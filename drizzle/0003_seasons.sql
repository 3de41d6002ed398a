ALTER TABLE "change" DROP CONSTRAINT "change_season";
--> statement-breakpoint
ALTER TABLE "season" ADD COLUMN "first_day" date;--> statement-breakpoint
ALTER TABLE "season" ADD COLUMN "last_day" date;--> statement-breakpoint
ALTER TABLE "season" ADD CONSTRAINT "season_days" CHECK ("season"."last_day" >= "season"."first_day");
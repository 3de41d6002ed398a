import { describe, expect, it } from 'vitest';
import { BEER_IN_CAKE } from '#shared/cake/blend.ts';
import { CELLS_PER_ML_CAKE, SETTLED, VIABILITY } from '#shared/cake/estimate.ts';
import { checkLink } from '#shared/chain/checkLink.ts';
import { workingsOf } from '#shared/science/workings.ts';
import { RULE_IDS } from '#shared/rules/vocabulary.ts';
import { ETHANOL_DENSITY } from '#shared/units/alcohol.ts';
import { EXTRACT_FIT } from '#shared/units/gravity.ts';
import { scienceSectionOf } from '../../../src/app/scienceSections.ts';
import { RULES_EXPLAINED } from '../../../src/routes/checks/rulesExplained.ts';
import { DEFAULT_UNITS } from '#shared/units/quantity.ts';
import { SECTIONS } from '../../../src/routes/science/sections/all.ts';
import { ale, linkOf } from './link.ts';

const strongAfterPale = linkOf(
  ale({ id: 'a', og: 1.076, fg: 1.014, srm: 8, ibu: 72, brewOn: '2027-03-06' }),
  ale({ id: 'b', og: 1.044, fg: 1.01, srm: 4, ibu: 20, brewOn: '2027-03-22' }),
);

/** The page sets the formulas out; here they are worked by hand with the figures that it shows. */
describe('what the science page explains is what was judged', () => {
  const { link, growth, alcohol, wait, need } = workingsOf(strongAfterPale);
  const answer = checkLink(strongAfterPale);

  it('gravity: the cubic as it is written', () => {
    const [c0, c1, c2, c3] = EXTRACT_FIT;
    const sg = 1.076;
    expect(growth?.plato).toBeCloseTo(c0 + c1 * sg + c2 * sg ** 2 + c3 * sg ** 3, 9);
  });

  it('alcohol: by weight, then by volume', () => {
    if (!alcohol) throw new Error('The alcohol is known');
    expect(alcohol.re).toBeCloseTo(0.1808 * alcohol.oe + 0.8192 * alcohol.ae, 9);
    expect(alcohol.byWeight).toBeCloseTo(
      (alcohol.oe - alcohol.re) / (2.0665 - 0.010665 * alcohol.oe),
      9,
    );
    expect(link.abvA).toBeCloseTo((alcohol.byWeight * 1.014) / ETHANOL_DENSITY, 6);
  });

  it('cells: pitched and grown, settled, alive after the wait, and the litres they fill', () => {
    if (!growth || !wait) throw new Error('The cake and its wait are known');
    const settled = SETTLED * (growth.pitched + 7e6 * growth.share * growth.drop * 23_000);
    const survives = Math.exp(-wait.rate * 2);
    expect(answer.waitDays).toBe(2);
    expect(answer.cake.viableCells?.likely).toBeCloseTo(settled * VIABILITY * survives, -5);
    const litres = settled / (CELLS_PER_ML_CAKE * (1 - growth.trub)) / 1000;
    expect(answer.cake.volumeL).toBeCloseTo(litres, 9);
    expect(wait.rate).toBeCloseTo(Math.exp(-4.319 + 0.107 * 20), 9);
  });

  it('need, part to keep and ratio', () => {
    if (!need || !answer.cake.viableCells) throw new Error('Need and cake are known');
    const wanted = need.perMlPlato * need.plato * 23_000;
    expect(answer.need.viableCells).toBeCloseTo(wanted, 0);
    expect(need.perMlPlato).toBeCloseTo(0.75e6, 3);
    const part = ((answer.cake.volumeL ?? 0) * wanted) / answer.cake.viableCells.low;
    expect(answer.keep.recommendedL).toBeCloseTo(part, 9);
  });

  it('what is carried over', () => {
    const kept = answer.keep.keptL ?? 0;
    const share = kept / (answer.cake.volumeL ?? 1);
    const stays = BEER_IN_CAKE * kept + 0.02 * 23 * share;
    const mixed = (a: number, b: number) => (23 * b + stays * a) / (23 + stays);
    expect(answer.blend.srm).toBeCloseTo(mixed(8, 4), 9);
    expect(answer.blend.ibu).toBeCloseTo(mixed(72, 20), 9);
    expect(answer.blend.og).toBeCloseTo(mixed(1.014, 1.044), 9);
    expect(link.kept.freeShare).toBeCloseTo((32 - 23 - kept - 0.46 * share) / 23, 6);
  });

  it('shows the verdict’s own figures', () => {
    const work = { ...workingsOf(strongAfterPale), earlier: 'A', later: 'B', units: DEFAULT_UNITS };
    const shown = (section: string, id: string) =>
      SECTIONS.find((one) => one.id === section)
        ?.figures(work)
        .find((figure) => figure.id === id)?.value;
    const figure = (text: string | null | undefined) => Number.parseFloat(text ?? '');
    expect(figure(shown('colour-difference', 'delta-e'))).toBeCloseTo(
      answer.blend.deltaE00 ?? 0,
      1,
    );
    expect(figure(shown('need', 'need'))).toBeCloseTo((answer.need.viableCells ?? 0) / 1e9, 0);
    expect(figure(shown('keep', 'ratio'))).toBeCloseTo(answer.keep.ratio ?? 0, 0);
    expect(figure(shown('blending', 'bitterness-poured'))).toBeCloseTo(answer.blend.ibu ?? 0, 0);
  });
});

describe('sections', () => {
  it('have one place for every rule', () => {
    const places = new Set<string>(SECTIONS.map(({ id }) => id));
    for (const { id } of RULES_EXPLAINED)
      if (scienceSectionOf(id) === `rule-${id}`) places.add(`rule-${id}`);
    for (const rule of RULE_IDS) expect(places).toContain(scienceSectionOf(rule));
  });

  it('say that a figure is not known where facts are missing', () => {
    const bare = linkOf({ id: 'a' }, { id: 'b' });
    const work = { ...workingsOf(bare), earlier: 'A', later: 'B', units: DEFAULT_UNITS };
    for (const working of ['alcohol', 'need', 'mixing'] as const)
      expect(work[working], working).toBeUndefined();
    for (const { id, figures } of SECTIONS)
      for (const figure of figures(work))
        expect(figure.value ?? '', id).not.toMatch(/NaN|undefined/);
  });
});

┄┄┄┄┄┄

EXERCISE OBJECTIVE — Once the line containing "72, brewOn: '2027-03-06'" has been written out, please stop; every line before it, back to the first line of the records above, should be given exactly.

EXERCISE ANSWER —
filename drizzle/0003_seasons.sql
repository 3de41d6002ed398a
ALTER TABLE "change" DROP CONSTRAINT "change_season";
--> statement-breakpoint
ALTER TABLE "season" ADD COLUMN "first_day" date;--> statement-breakpoint
ALTER TABLE "season" ADD COLUMN "last_day" date;--> statement-breakpoint
ALTER TABLE "season" ADD CONSTRAINT "season_days" CHECK ("season"."last_day" >= "season"."first_day");
repository 3de41d6002ed398a
import { describe, expect, it } from 'vitest';
import { BEER_IN_CAKE } from '#shared/cake/blend.ts';
import { CELLS_PER_ML_CAKE, SETTLED, VIABILITY } from '#shared/cake/estimate.ts';
import { checkLink } from '#shared/chain/checkLink.ts';
import { workingsOf } from '#shared/science/workings.ts';
import { RULE_IDS } from '#shared/rules/vocabulary.ts';
import { ETHANOL_DENSITY } from '#shared/units/alcohol.ts';
import { EXTRACT_FIT } from '#shared/units/gravity.ts';
import { scienceSectionOf } from '../../../src/app/scienceSections.ts';
import { RULES_EXPLAINED } from '../../../src/routes/checks/rulesExplained.ts';
import { DEFAULT_UNITS } from '#shared/units/quantity.ts';
import { SECTIONS } from '../../../src/routes/science/sections/all.ts';
import { ale, linkOf } from './link.ts';

const strongAfterPale = linkOf(
  ale({ id: 'a', og: 1.076, fg: 1.014, srm: 8, ibu: 72, brewOn: '2027-03-06' }),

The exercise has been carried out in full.